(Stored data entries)
########################################
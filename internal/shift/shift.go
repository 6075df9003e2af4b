// Package shift counts the alerts that each real shift of the validation
// period would have produced, from the cases' timestamps and a crew shift
// schedule, so that a cut can be judged by its busy shifts and not only by
// its average queue.
//
// A schedule is a list of local start times ("06:00,14:00,22:00") in a time
// zone. A shift runs from its start to the next start by the local wall
// clock, so a shift that crosses midnight belongs to the day it starts,
// and a shift that spans a daylight-saving change is an hour longer or
// shorter in real time. Every shift from the one holding the earliest case
// to the one holding the latest counts, including shifts with no cases;
// the first and the last shift are usually covered only in part, which
// over a period of many shifts matters little.
//
// Which cases a cut flags follows the cut rule in the doc of package
// scores: the flagged cases of a cut are the first rows of the ranked set.
//
// # Scaling to production
//
// Without a volume the counts are the validation set's own (each unit of
// weight is one alert). With a production volume V per shift the set is
// taken to be a sample drawn evenly over the period: a shift's count is
// multiplied by V divided by the set's mean weight per shift, and, when
// the production base rate p differs from the validation rate b, a true
// case counts p/b and a false case (1-p)/(1-b), as in package projection.
// The mean of the scaled counts over the shifts then equals the projected
// queue per shift.
package shift

import (
	"errors"
	"fmt"
	"math"
	"slices"
	"strconv"
	"strings"
	"time"

	"github.com/sill-tool/sill/internal/projection"
	"github.com/sill-tool/sill/internal/scores"
)

// Errors of this package.
var (
	ErrSchedule = errors.New("malformed shift schedule")
	ErrNoTimes  = errors.New("the set has no time column")
	ErrSpan     = errors.New("the cases span too many shifts")
)

// MaxShifts bounds the shifts of one period (about 900 years of three
// shifts a day), so that a stray timestamp cannot exhaust memory.
const MaxShifts = 1_000_000

// Schedule is a crew shift schedule.
type Schedule struct {
	Starts   []int // minutes after local midnight, ascending and distinct
	Location *time.Location
}

// ParseSchedule reads start times such as "06:00,14:00,22:00" (HH:MM, 24
// hour, in any order) in loc; nil loc means UTC.
func ParseSchedule(text string, loc *time.Location) (Schedule, error) {
	if loc == nil {
		loc = time.UTC
	}
	s := Schedule{Location: loc}
	for _, part := range strings.Split(text, ",") {
		part = strings.TrimSpace(part)
		hh, mm, ok := strings.Cut(part, ":")
		h, errH := strconv.Atoi(hh)
		m, errM := strconv.Atoi(mm)
		if !ok || errH != nil || errM != nil || len(mm) != 2 || h < 0 || h > 23 || m < 0 || m > 59 {
			return Schedule{}, fmt.Errorf("%w %q: start %q, expected HH:MM such as 06:00", ErrSchedule, text, part)
		}
		s.Starts = append(s.Starts, h*60+m)
	}
	slices.Sort(s.Starts)
	for i := 1; i < len(s.Starts); i++ {
		if s.Starts[i] == s.Starts[i-1] {
			return Schedule{}, fmt.Errorf("%w %q: a start time appears twice", ErrSchedule, text)
		}
	}
	return s, nil
}

// String returns the schedule in the form ParseSchedule reads.
func (s Schedule) String() string {
	parts := make([]string, len(s.Starts))
	for i, m := range s.Starts {
		parts[i] = fmt.Sprintf("%02d:%02d", m/60, m%60)
	}
	return strings.Join(parts, ",")
}

// key numbers the shifts of all time: day number (days from 1970-01-01 by
// the local calendar) times the shifts per day, plus the shift's place.
func (s Schedule) key(unix int64) int64 {
	_, offset := time.Unix(unix, 0).In(s.Location).Zone()
	wall := unix + int64(offset) // seconds since 1970-01-01 00:00 on the local wall clock
	day := floorDiv(wall, 86400)
	minute := int((wall - day*86400) / 60)
	place := len(s.Starts) - 1
	if minute < s.Starts[0] {
		day-- // before the first start: the previous day's last shift
	} else {
		for place > 0 && s.Starts[place] > minute {
			place--
		}
	}
	return day*int64(len(s.Starts)) + int64(place)
}

func floorDiv(a, b int64) int64 {
	q := a / b
	if (a%b != 0) && ((a < 0) != (b < 0)) {
		q--
	}
	return q
}

// start returns the local start time of the shift with the given key.
func (s Schedule) start(key int64) time.Time {
	per := int64(len(s.Starts))
	day, place := key/per, key%per
	if place < 0 {
		day, place = day-1, place+per
	}
	date := time.Unix(day*86400, 0).UTC()
	m := s.Starts[place]
	return time.Date(date.Year(), date.Month(), date.Day(), m/60, m%60, 0, 0, s.Location)
}

// Assignment places every ranked row of a set in a shift of the period.
type Assignment struct {
	Schedule Schedule
	Of       []int32 // Of[i] is the shift of ranked row i, 0 the earliest
	Count    int     // shifts in the period
	first    int64   // key of shift 0
}

// Assign places the rows of set in the shifts of s. It returns ErrNoTimes
// for a set without times and ErrSpan when the period holds more than
// MaxShifts shifts. An empty set has no shifts.
func Assign(set *scores.Set, s Schedule) (Assignment, error) {
	if set.Times() == nil {
		return Assignment{}, ErrNoTimes
	}
	if len(s.Starts) == 0 {
		return Assignment{}, fmt.Errorf("%w: no start times", ErrSchedule)
	}
	a := Assignment{Schedule: s, Of: make([]int32, set.Len())}
	if set.Len() == 0 {
		return a, nil
	}
	keys := make([]int64, set.Len())
	lo, hi := int64(math.MaxInt64), int64(math.MinInt64)
	for i, t := range set.Times() {
		keys[i] = s.key(t)
		lo, hi = min(lo, keys[i]), max(hi, keys[i])
	}
	if hi-lo+1 > MaxShifts {
		return Assignment{}, fmt.Errorf("%w: %d shifts from %s to %s, at most %d", ErrSpan, hi-lo+1,
			s.start(lo).Format(time.DateOnly), s.start(hi).Format(time.DateOnly), MaxShifts)
	}
	for i, k := range keys {
		a.Of[i] = int32(k - lo)
	}
	a.Count, a.first = int(hi-lo+1), lo
	return a, nil
}

// Start returns the local start time of shift i of the period.
func (a Assignment) Start(i int) time.Time { return a.Schedule.start(a.first + int64(i)) }

// Scale converts a flagged case's weight into alerts in a production
// shift; see the package doc.
type Scale struct {
	Positive, Negative float64 // alerts per unit of weight of a true / false case
}

// ScaleFor returns the scale of set, assigned to a's shifts, under the
// assumptions: 1 per unit of weight without a volume, else as the package
// doc says. A set of no weight or no shifts gets scale 1.
func ScaleFor(set *scores.Set, a Assignment, assume projection.Assumptions) Scale {
	if !(assume.Volume > 0) || a.Count == 0 {
		return Scale{1, 1}
	}
	positives, negatives := set.Totals()
	total := positives + negatives
	if !(total > 0) {
		return Scale{1, 1}
	}
	factor := assume.Volume / (total / float64(a.Count))
	s := Scale{factor, factor}
	if b := positives / total; b != assume.BaseRate {
		s.Positive, s.Negative = 0, 0
		if b > 0 {
			s.Positive = factor * assume.BaseRate / b
		}
		if b < 1 {
			s.Negative = factor * (1 - assume.BaseRate) / (1 - b)
		}
	}
	return s
}

// Peaks are the queues of the shifts of a period at one cut.
type Peaks struct {
	Shifts int     // shifts in the period
	Mean   float64 // mean queue per shift
	P90    float64 // nearest-rank 90th percentile: 9 shifts in 10 queue at most this
	Max    float64
	// Busiest is the shift with the longest queue, the earliest among
	// equals; -1 without shifts.
	Busiest int
	// OverCapacity is the share of shifts whose queue exceeds the
	// capacity; NaN without a capacity.
	OverCapacity float64
}

// P90Rank is the 1-based rank, in ascending order, of the 90th percentile
// among n values: ceil(0.9*n), at least 1.
func P90Rank(n int) int { return max(int(math.Ceil(0.9*float64(n)-1e-9)), 1) }

// At returns the peaks when the first rows ranked rows of set (the set
// that a was assigned from) are flagged. capacity 0 means none given. With
// no shifts every figure is NaN. It panics when rows is outside
// [0, set.Len()].
func (a Assignment) At(set *scores.Set, rows int, scale Scale, capacity float64) Peaks {
	if rows < 0 || rows > set.Len() || len(a.Of) != set.Len() {
		panic(fmt.Sprintf("shift: %d flagged rows of a set of %d assigned %d rows", rows, set.Len(), len(a.Of)))
	}
	p := Peaks{Shifts: a.Count, Mean: math.NaN(), P90: math.NaN(), Max: math.NaN(), Busiest: -1, OverCapacity: math.NaN()}
	if a.Count == 0 {
		return p
	}
	queues := make([]float64, a.Count)
	for i := range rows {
		w := set.Weight(i) * scale.Negative
		if set.Labels()[i] {
			w = set.Weight(i) * scale.Positive
		}
		queues[a.Of[i]] += w
	}
	sum, over := 0.0, 0
	p.Busiest = 0
	for i, q := range queues {
		sum += q
		if q > queues[p.Busiest] {
			p.Busiest = i
		}
		if capacity > 0 && q > capacity {
			over++
		}
	}
	p.Mean = sum / float64(a.Count)
	p.Max = queues[p.Busiest]
	sorted := slices.Clone(queues)
	slices.Sort(sorted)
	p.P90 = sorted[P90Rank(a.Count)-1]
	if capacity > 0 {
		p.OverCapacity = float64(over) / float64(a.Count)
	}
	return p
}

// Counter follows the shift queues as a cut loosens row by row, to tell
// whether the 90th-percentile queue is still at most a limit. Queues only
// grow as rows are added, so once over the limit a Counter stays over.
type Counter struct {
	of      []int32
	scale   Scale
	limit   float64
	queues  []float64
	over    int // shifts whose queue exceeds limit
	allowed int // shifts that may exceed it with the 90th percentile within
}

// slack is the relative tolerance of a queue against its limit, as in
// package cutrule, so that rounding in the scale never decides a tie.
const slack = 1e-12

// NewCounter returns a Counter of a's shifts with no row added.
func (a Assignment) NewCounter(scale Scale, limit float64) *Counter {
	return &Counter{of: a.Of, scale: scale, limit: limit * (1 + slack), queues: make([]float64, a.Count), allowed: a.Count - P90Rank(a.Count)}
}

// Add adds ranked row i, a true case when positive, of weight w.
func (c *Counter) Add(i int, positive bool, w float64) {
	if positive {
		w *= c.scale.Positive
	} else {
		w *= c.scale.Negative
	}
	s := c.of[i]
	before := c.queues[s]
	c.queues[s] += w
	if before <= c.limit && c.queues[s] > c.limit {
		c.over++
	}
}

// Within reports whether the 90th-percentile queue is at most the limit.
// With no shifts it reports false.
func (c *Counter) Within() bool { return len(c.queues) > 0 && c.over <= c.allowed }

// P90 returns the current 90th-percentile queue, NaN with no shifts. It
// sorts a copy of the queues, so call it rarely.
func (c *Counter) P90() float64 {
	if len(c.queues) == 0 {
		return math.NaN()
	}
	sorted := slices.Clone(c.queues)
	slices.Sort(sorted)
	return sorted[P90Rank(len(sorted))-1]
}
########################################
-- What to work on --
Look back at the data above. Transcribe exactly the lines starting at the line that contains "shift, and, when" and ending at the line that contains "if s.Starts[i] == s.Starts[i-1]".

-- Finished task --
// multiplied by V divided by the set's mean weight per shift, and, when
// the production base rate p differs from the validation rate b, a true
// case counts p/b and a false case (1-p)/(1-b), as in package projection.
// The mean of the scaled counts over the shifts then equals the projected
// queue per shift.
package shift

import (
	"errors"
	"fmt"
	"math"
	"slices"
	"strconv"
	"strings"
	"time"

	"github.com/sill-tool/sill/internal/projection"
	"github.com/sill-tool/sill/internal/scores"
)

// Errors of this package.
var (
	ErrSchedule = errors.New("malformed shift schedule")
	ErrNoTimes  = errors.New("the set has no time column")
	ErrSpan     = errors.New("the cases span too many shifts")
)

// MaxShifts bounds the shifts of one period (about 900 years of three
// shifts a day), so that a stray timestamp cannot exhaust memory.
const MaxShifts = 1_000_000

// Schedule is a crew shift schedule.
type Schedule struct {
	Starts   []int // minutes after local midnight, ascending and distinct
	Location *time.Location
}

// ParseSchedule reads start times such as "06:00,14:00,22:00" (HH:MM, 24
// hour, in any order) in loc; nil loc means UTC.
func ParseSchedule(text string, loc *time.Location) (Schedule, error) {
	if loc == nil {
		loc = time.UTC
	}
	s := Schedule{Location: loc}
	for _, part := range strings.Split(text, ",") {
		part = strings.TrimSpace(part)
		hh, mm, ok := strings.Cut(part, ":")
		h, errH := strconv.Atoi(hh)
		m, errM := strconv.Atoi(mm)
		if !ok || errH != nil || errM != nil || len(mm) != 2 || h < 0 || h > 23 || m < 0 || m > 59 {
			return Schedule{}, fmt.Errorf("%w %q: start %q, expected HH:MM such as 06:00", ErrSchedule, text, part)
		}
		s.Starts = append(s.Starts, h*60+m)
	}
	slices.Sort(s.Starts)
	for i := 1; i < len(s.Starts); i++ {
		if s.Starts[i] == s.Starts[i-1] {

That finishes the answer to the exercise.